I didn’t sleep at all for two nights in a row, I just laid there, even after taking my trusty Restful Sleep supplement from Whole Foods.
I lost all serenity in my soul, filled with stress and anxiety for about four days. My heart was beating so hard for 6 or 7 days in a row that I thought I was having a nervous breakdown. Left work twice after about a half hour into the day. Zero physical component at all for these four or five days.
Felt claustrophobia on the elevator at work, and near panic at my desk, neither of which I ever get.
Then, after four days, it turned into an upsetting stomachache unlike any I have had before, and I was relieved to realize I might have something physical. Then body-shaking shivering. Then fever. Back and forth. Then diarrhea for almost four straight days so bad I couldn’t go to work or do more than get out of bed to go to the bathroom. Utter exhaustion. No nasal or mucus element at all. Tense and awful the whole time. Some minor body aches.
Then I felt like I was going permanently crazy.

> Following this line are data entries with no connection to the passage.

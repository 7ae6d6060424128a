/** What a sweep may record: outputs in the user's words with their units and the limit set's bands. */
import { describe, expect, it } from 'vitest';
import { demoCircuits, solveCircuit, type CircuitInput } from '../../../shared/engine/index.ts';
import { availableOutputs, breaksLimit } from '../../../shared/review/sweep-outputs.ts';

const openNeutral = demoCircuits.find((d) => d.key === 'open-neutral-208y120')!.circuit as CircuitInput;
const outputs = availableOutputs(solveCircuit(openNeutral));

describe('availableOutputs', () => {
  it('offers load, bus, shift and unbalance outputs in words with their limit bands', () => {
    const labels = outputs.map((o) => `${o.label} (${o.unit})`);
    expect(labels).toContain('KITCHEN terminal voltage (pu)');
    expect(labels).toContain('HOUSE neutral shift (V)');
    const kitchen = outputs.find((o) => o.label === 'KITCHEN terminal voltage')!;
    // ANSI C84.1 Range B as the violation band (M; see the limit sets)
    expect(kitchen.violation[0]).toBeCloseTo(110 / 120, 12);
    expect(breaksLimit(kitchen, 1.2)).toBe(true);
    expect(breaksLimit(kitchen, 1.0)).toBe(false);
  });


  it('never offers a generated name', () => {
    const withSwitch = { ...openNeutral, elements: openNeutral.elements.map((e) => (e.id === 'KITCHEN' ? { ...e, bus: 'KITCHEN~bus' } : e)).concat([{ type: 'switch3', id: 'KITCHEN~bus~sw', from: 'HOUSE', to: 'KITCHEN~bus', open: ['n'] } as never]) } as CircuitInput;
    for (const o of availableOutputs(solveCircuit(withSwitch))) expect(o.label).not.toMatch(/~/);
  });
});
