/** Problems of a circuit file read like form errors: the element by its name, the field in words, what is wrong in words. */
import { describe, expect, it } from 'vitest';
import { InvalidCircuitError, parseCircuit } from '../../../shared/engine/index.ts';
import { circuitIssueFields, circuitIssueWords, issueMessageWords } from '../../../shared/review/circuit-issues.ts';

/** The engine's issues of `circuit`, in words. */
function words(circuit: unknown): string[] {
  try {
    parseCircuit(circuit);
    return [];
  } catch (e) {
    if (!(e instanceof InvalidCircuitError)) throw e;
    return Object.values(circuitIssueFields(circuit, e.issues));
  }
}

const base = { format: 'wyeward-circuit', version: 1, frequencyHz: 60 };
const VALIDATOR = /Invalid input|Too small|Unrecognized|expected number|elements\[|\(id "/;

describe('circuit file problems in words', () => {
  it('"element LOAD3: … P (kW) must be a number" for a kW typed as text', () => {
    expect(words({ ...base, elements: [{ type: 'load', id: 'LOAD3', bus: 'B1', connection: 'single', between: ['a', 'n'], each: { kw: 'three' } }] })).toEqual([
      'element LOAD3: every phase › P (kW) must be a number',
    ]);
  });

  it('names limits, options, unknown fields and unknown types in words', () => {
    const w = words({
      ...base,
      frequencyHz: -5,
      elements: [
        { type: 'line', id: 'L1', from: 'B1', to: 'B2', length: -1, impedance: { kind: 'sequence', z1PerLength: 1, z0PerLength: 1 }, colour: 'red' },
        { type: 'load', id: 'L2', bus: 'B1', connection: 'sideways', each: { kw: 1 } },
        { type: 'warpdrive', id: 'W1' },
        { type: 'source', bus: 'B1', kvLL: 0.2 },
      ],
    });
    expect(w).toEqual(
      expect.arrayContaining([
        'frequency (Hz) must be greater than 0',
        'element L1: length must be greater than 0',
        'element L1: it has a field the format does not know: "colour"',
        'element L2: connection must be one of wye, wyeFloating, delta, single',
        'element W1: “warpdrive” is not a kind of element Wyeward knows (the circuit file format lists them)',
        'element 4 (it has no name): its name (id) is missing',
      ]),
    );
    for (const x of w) expect(x).not.toMatch(VALIDATOR);
  });

  it('names the element from the engine’s label when the file is not at hand', () => {
    expect(circuitIssueWords(null, { path: 'elements[2].kva', message: 'Too small: expected number to be >0 (id "TX1")' })).toBe('element TX1: rating (kVA) must be greater than 0');
  });

  it('says two elements share a name', () => {
    const load = { type: 'load', id: 'L', bus: 'B1', connection: 'wye', each: { kw: 1 } };
    expect(words({ ...base, elements: [load, load] })).toEqual(['two elements are named L; rename one of them']);
  });

  it('turns validator phrasing into words and leaves sentences as they are', () => {
    expect(issueMessageWords('Invalid input: expected string, received undefined')).toBe('is missing');
    expect(issueMessageWords('Invalid input: expected boolean, received string (id "X")')).toBe('must be true or false');
    expect(issueMessageWords('Too small: expected number to be >=0')).toBe('must be at least 0');
    expect(issueMessageWords('Name is required')).toBe('Name is required');
  });
});
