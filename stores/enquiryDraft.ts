import { defineStore } from 'pinia'
import type { EnquiryTopic, Priority, projectStages } from '~~/shared/types/enquiry'

/** Form fields as typed: strings while being edited, parsed by the shared schema when a step is left. */
function emptyDraft() {
  return {
    requester: { name: '', organisation: '', email: '', phone: '' },
    project: {
      name: '',
      siteAddress: '',
      region: '',
      stage: '' as typeof projectStages[number] | '',
      buildingType: '',
      storeys: '',
      wallAreaM2: '',
    },
    topic: '' as EnquiryTopic | '',
    subject: '',
    question: '',
    priority: 'normal' as Priority,
  }
}
export type EnquiryDraftFields = ReturnType<typeof emptyDraft>

export const intakeSteps = ['requester', 'project', 'question', 'drawings', 'review'] as const
export type IntakeStep = typeof intakeSteps[number]

/**
 * The multi-step enquiry form, kept in session storage so a reload (or a detour to sign in) keeps what was
 * typed. Files are not kept: a browser cannot store a chosen file for later, so the drawings step says so.
 */
export const useEnquiryDraftStore = defineStore('enquiry-draft', () => {
  const fields = ref(emptyDraft())
  const step = ref<IntakeStep>('requester')

  function reset() {
    fields.value = emptyDraft()
    step.value = 'requester'
  }

  return { fields, step, reset }
}, {
  persist: { storage: piniaPluginPersistedstate.sessionStorage() },
})
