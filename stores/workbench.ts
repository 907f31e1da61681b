import { defineStore } from 'pinia'
import { DEMO_MATERIALS, findMaterial } from '~/shared/calc'
import type { ClimatePoint, MaterialCategory, MouldUse } from '~/shared/calc'

/** A layer of the wall being built, inside first. Numbers are null while a field is empty. */
export interface WallLayer {
  key: number
  name: string
  materialId: string | null
  category: MaterialCategory | 'air'
  /** 'material': thickness, λ, μ; 'resistance': an air layer or declared R with its sd. */
  kind: 'material' | 'resistance'
  thickness_mm: number | null
  lambda: number | null
  mu: number | null
  resistance: number | null
  sd: number | null
  /** Drawing width of a resistance layer, mm; it does not enter any calculation. */
  drawnThickness_mm: number | null
  bridge: null | {
    materialId: string | null
    name: string
    lambda: number | null
    /** The fraction is worked out from the unit face and joint when these are given (jointFraction). */
    joints: null | { unitLength_mm: number | null, unitHeight_mm: number | null, joint_mm: number | null }
    fraction: number | null
  }
}

export interface FixingRow {
  layerIndex: number
  perM2: number | null
  diameter_mm: number | null
  lambda: number | null
}

export interface JunctionRow {
  key: number
  name: string
  psi: number | null
  length_m: number | null
}

export type Internal = { tempC: number | null, mode: 'class', humidityClass: 1 | 2 | 3 | 4 | 5, rhPercent: number | null }
  | { tempC: number | null, mode: 'rh', humidityClass: 1 | 2 | 3 | 4 | 5, rhPercent: number | null }

export interface ClimatePreset {
  id: string
  label: string
  source: string
  months: ClimatePoint[]
}

/**
 * Monthly climates for trying the method. Both are INVENTED for illustration (rounded, plausible shapes), not
 * measured data: a design check takes the site's own monthly means from a met service.
 */
export const CLIMATE_PRESETS: ClimatePreset[] = [
  {
    id: 'mild-maritime',
    label: 'Mild maritime (invented, illustrative)',
    source: 'Invented illustrative dataset shaped like a mild Atlantic coastal climate; not design data',
    months: [
      { tempC: 5.0, rhPercent: 88 }, { tempC: 5.2, rhPercent: 86 }, { tempC: 6.5, rhPercent: 83 },
      { tempC: 8.3, rhPercent: 79 }, { tempC: 10.8, rhPercent: 78 }, { tempC: 13.4, rhPercent: 79 },
      { tempC: 15.0, rhPercent: 80 }, { tempC: 14.8, rhPercent: 81 }, { tempC: 13.0, rhPercent: 83 },
      { tempC: 10.4, rhPercent: 86 }, { tempC: 7.3, rhPercent: 88 }, { tempC: 5.7, rhPercent: 89 },
    ],
  },
  {
    id: 'cold-inland',
    label: 'Cold inland winter (invented, illustrative)',
    source: 'Invented illustrative dataset with a hard winter, to show how condensation builds up; not design data',
    months: [
      { tempC: -6.0, rhPercent: 88 }, { tempC: -4.5, rhPercent: 85 }, { tempC: 0.5, rhPercent: 80 },
      { tempC: 6.5, rhPercent: 74 }, { tempC: 12.0, rhPercent: 70 }, { tempC: 15.5, rhPercent: 70 },
      { tempC: 17.5, rhPercent: 71 }, { tempC: 17.0, rhPercent: 73 }, { tempC: 12.5, rhPercent: 78 },
      { tempC: 7.0, rhPercent: 83 }, { tempC: 1.0, rhPercent: 87 }, { tempC: -4.0, rhPercent: 89 },
    ],
  },
]

let nextKey = 1

function materialLayer(materialId: string, thickness_mm: number, bridge?: { materialId: string, joints: { unitLength_mm: number, unitHeight_mm: number, joint_mm: number } }): WallLayer {
  const m = findMaterial(materialId)
  if (!m) throw new Error(`Unknown material ${materialId}`)
  const b = bridge ? findMaterial(bridge.materialId) : undefined
  return {
    key: nextKey++,
    name: m.name,
    materialId: m.id,
    category: m.category,
    kind: 'material',
    thickness_mm,
    lambda: m.lambda,
    mu: m.mu,
    resistance: null,
    sd: null,
    drawnThickness_mm: null,
    bridge: bridge && b ? { materialId: b.id, name: b.name, lambda: b.lambda, joints: { ...bridge.joints }, fraction: null } : null,
  }
}

function airLayer(name: string, resistance: number, sd: number, drawnThickness_mm: number): WallLayer {
  return {
    key: nextKey++, name, materialId: null, category: 'air', kind: 'resistance',
    thickness_mm: null, lambda: null, mu: null, resistance, sd, drawnThickness_mm, bridge: null,
  }
}

export interface WallPreset {
  id: string
  label: string
  description: string
  build: () => { layers: WallLayer[], fixings: FixingRow[], anchors: { perM2: number | null, chi: number | null } }
}

const demoBlock = DEMO_MATERIALS.find(m => m.id === 'corrstone-block-215')!
const demoAnchor = DEMO_MATERIALS.find(m => m.id === 'corrstone-anchor')!

export const WALL_PRESETS: WallPreset[] = [
  {
    id: 'corrstone-etics',
    label: 'Corrstone single-leaf insulated wall (demo)',
    description: '13 mm plaster, 215 mm Corrstone block on 3 mm thin joints, 150 mm graphite EPS, base coat and silicone finish; 6 anchors per m². Demo values are invented.',
    build: () => ({
      layers: [
        materialLayer('gypsum-plaster', 13),
        materialLayer('corrstone-block-215', 215, { materialId: 'corrstone-thin-joint-mortar', joints: { unitLength_mm: demoBlock.unit!.length_mm, unitHeight_mm: demoBlock.unit!.height_mm, joint_mm: demoBlock.unit!.joint_mm } }),
        materialLayer('corrstone-eps-graphite', 150),
        materialLayer('corrstone-base-coat', 5),
        materialLayer('corrstone-silicone-finish', 1.5),
      ],
      fixings: [],
      anchors: { perM2: 6, chi: demoAnchor.chi ?? null },
    }),
  },
  {
    id: 'two-leaf-cavity',
    label: 'Two-leaf cavity wall, partial fill (for comparison)',
    description: '13 mm plaster, 100 mm dense block on 10 mm joints, 100 mm phenolic board, 50 mm clear cavity, 102 mm brick; stainless ties at 2.5 per m².',
    build: () => ({
      layers: [
        materialLayer('gypsum-plaster', 13),
        materialLayer('dense-block', 100, { materialId: 'mortar-gp', joints: { unitLength_mm: 440, unitHeight_mm: 215, joint_mm: 10 } }),
        materialLayer('phenolic-board', 100),
        // Unventilated cavity over 25 mm, horizontal heat flow: R = 0.18 m²K/W [recalled: EN ISO 6946:2017
        // Table 8]; still air has μ = 1, so 50 mm gives sd = 0.05 m.
        airLayer('Clear cavity, unventilated, 50 mm', 0.18, 0.05, 50),
        materialLayer('clay-brick', 102, { materialId: 'mortar-gp', joints: { unitLength_mm: 215, unitHeight_mm: 65, joint_mm: 10 } }),
      ],
      fixings: [{ layerIndex: 2, perM2: 2.5, diameter_mm: 4, lambda: 17 }],
      anchors: { perM2: null, chi: null },
    }),
  },
]

/** The wall being built and the conditions around it, shared by every workbench page. */
export const useWorkbenchStore = defineStore('workbench', () => {
  const presetId = ref<string>('corrstone-etics')
  const first = WALL_PRESETS[0]!.build()
  const layers = ref<WallLayer[]>(first.layers)
  const fixings = ref<FixingRow[]>(first.fixings)
  const anchors = ref(first.anchors)
  const rsi = ref<number | null>(0.13)
  const rse = ref<number | null>(0.04)
  const airGapLevel = ref<0 | 1 | 2>(0)

  const steady = ref({
    inside: { tempC: 20 as number | null, rhPercent: 60 as number | null },
    outside: { tempC: -1 as number | null, rhPercent: 90 as number | null },
  })
  const climatePresetId = ref<string | null>('mild-maritime')
  const climate = ref<{ tempC: number | null, rhPercent: number | null }[]>(CLIMATE_PRESETS[0]!.months.map(m => ({ ...m })))
  const internal = ref<Internal>({ tempC: 20, mode: 'class', humidityClass: 3, rhPercent: 60 })

  const mould = ref<{ useWallU: boolean, u: number | null, inside: { tempC: number | null, rhPercent: number | null }, outsideTempC: number | null, use: MouldUse }>({
    useWallU: true,
    u: 0.15,
    inside: { tempC: 20, rhPercent: 60 },
    outsideTempC: 0,
    use: 'dwelling',
  })

  const junctions = ref<JunctionRow[]>([])
  const exposedArea_m2 = ref<number | null>(null)

  function loadPreset(id: string) {
    const preset = WALL_PRESETS.find(p => p.id === id)
    if (!preset) return
    const built = preset.build()
    presetId.value = id
    layers.value = built.layers
    fixings.value = built.fixings
    anchors.value = built.anchors
  }

  function loadClimate(id: string) {
    const preset = CLIMATE_PRESETS.find(p => p.id === id)
    if (!preset) return
    climatePresetId.value = id
    climate.value = preset.months.map(m => ({ ...m }))
  }

  function addLayer(materialId = 'eps-white') {
    const m = findMaterial(materialId)
    const layer = materialLayer(materialId, m?.typicalThickness_mm ?? 50)
    // Keys restored from the server render may be above this module's counter: stay clear of them.
    layer.key = Math.max(0, ...layers.value.map(l => l.key)) + 1
    layers.value.push(layer)
    presetId.value = ''
  }

  function removeLayer(index: number) {
    layers.value.splice(index, 1)
    // Fixings point at layers by index: drop the ones that lost their layer, shift the ones after it.
    fixings.value = fixings.value
      .filter(f => f.layerIndex !== index)
      .map(f => (f.layerIndex > index ? { ...f, layerIndex: f.layerIndex - 1 } : f))
    presetId.value = ''
  }

  function moveLayer(index: number, by: -1 | 1) {
    const to = index + by
    if (to < 0 || to >= layers.value.length) return
    const list = [...layers.value]
    ;[list[index], list[to]] = [list[to]!, list[index]!]
    layers.value = list
    fixings.value = fixings.value.map(f => ({ ...f, layerIndex: f.layerIndex === index ? to : f.layerIndex === to ? index : f.layerIndex }))
    presetId.value = ''
  }

  function setMaterial(index: number, materialId: string) {
    const layer = layers.value[index]
    const m = findMaterial(materialId)
    if (!layer || !m) return
    layer.materialId = m.id
    layer.name = m.name
    layer.category = m.category
    layer.kind = 'material'
    layer.lambda = m.lambda
    layer.mu = m.mu
    layer.thickness_mm ??= m.typicalThickness_mm ?? 50
    presetId.value = ''
  }

  /** Index of the layer a target-U search sizes: the insulation layer of highest resistance. */
  const insulationIndex = computed(() => {
    let best = -1
    let bestR = -1
    layers.value.forEach((l, i) => {
      if (l.category !== 'insulation' || l.kind !== 'material') return
      const r = (l.thickness_mm ?? 0) / (l.lambda ?? Infinity)
      if (r > bestR) {
        best = i
        bestR = r
      }
    })
    return best
  })

  return {
    presetId, layers, fixings, anchors, rsi, rse, airGapLevel,
    steady, climatePresetId, climate, internal, mould, junctions, exposedArea_m2,
    insulationIndex, loadPreset, loadClimate, addLayer, removeLayer, moveLayer, setMaterial,
  }
})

I woke up thinking I was sleeping in my grandparents’ home, completely convinced, but couldn’t figure out how, since they are both dead and no longer live in the house. I looked at my apartment with the lights on and was near hallucinating. Fever dreams? Exhaustion? Horrible dreams, crazy states of mind, awful thoughts, unpleasant moods, repeating thoughts, bad feelings, dizziness, floating feeling, memory and coordination problems. Couldn’t read, couldn’t enjoy music, couldn’t watch movies for days. Absolutely awful.*
My nasal passages dried out last night and I thought I had swallowed my teeth guard or my sleep apnea CPAP nasal connection and was suffocating and choking to death. I woke up in the middle of the night literally screaming, awakened by my own shouting. Tearing that stuff out of my mouth and nose. God have mercy, this was bad, I am not exaggerating.
Lost 7 or 8 days worth of pay from work, which I cannot afford.
Ate absolutely nothing for one day, and practically nothing for several days more.
I think the flu shot suppressed some of the symptoms of the flu but this strain was freaking demonic unbelievable. Like a bad drug trip, even though I’ve never done drugs—except the flu shot. Makes me wonder if these viruses are engineered.
I had something like this a couple of years ago, and blocked it from my mind.
This was worse.
Even regular flu is exponentially worse here in Colorado than back in Wisconsin, probably because of the elevation.
Mentally and emotionally awful beyond words. Mostly due to the duration’s effects.
Thank you to those of you who brought me electrolytes (Don), for returning my movie to Redbox (Nathan), and for your friendship and support, you helped me to get through this ordeal with your calls, emails, kindness, support, encouragement, and prayers (Bob, Wendy, Philippe, Bryan, Mark, Lynn, Nate, Andy, Matt, Linda, Jim, and Renee). This was no ordinary flu at all. I’ve had those many times. This was a (thank God temporary) life-devastating event and medical and psychological emergency. I lost all perspective for four or five days. No exaggeration.
The girl next door, age 25, had this a few days ago and gave a similar emotional report. She said she was completely immobile for three days and had tons of anxiety and stress, not knowing how she was going to survive. Completely anxious and stressed out.
Thank God I am finally getting over it.
If you get it, it might help your stress knowing it is the flu and that it will end, and that you are not permanently losing your mind.
I was very scared through much of it.
I was not near anyone coughing or sounding sick before getting this.
A pharmacist I talked to said this year is very unusual in that it is like an invisible flu.
It is highly airborne, he said.
He said five or six people have died when their heart just shut down, not coughing or sneezing or congested at all.
Several nights I literally thought I was going to die, but I was too exhausted to get up and call 911 if I had a heart attack or stroke.
I did take two natural blood thinners, lecithin and turmeric, for the first time together, to help my leg edema pain, and initially thought that caused this. Probably not.
One of the few really bad things about living alone, you really feel isolated when you are sick, like no one cares.
I hope you do not get this flu.
If you do get it, please let me know and I will help and support you through it, and bring you what you need. (Pedialyte electrolytes, or better yet, Walgreen’s cheaper equivalent.)
Jesus bless you.
*I found several Health/Medical sources online that stated that sleeplessness and/or the flu can cause extreme stress and anxiety.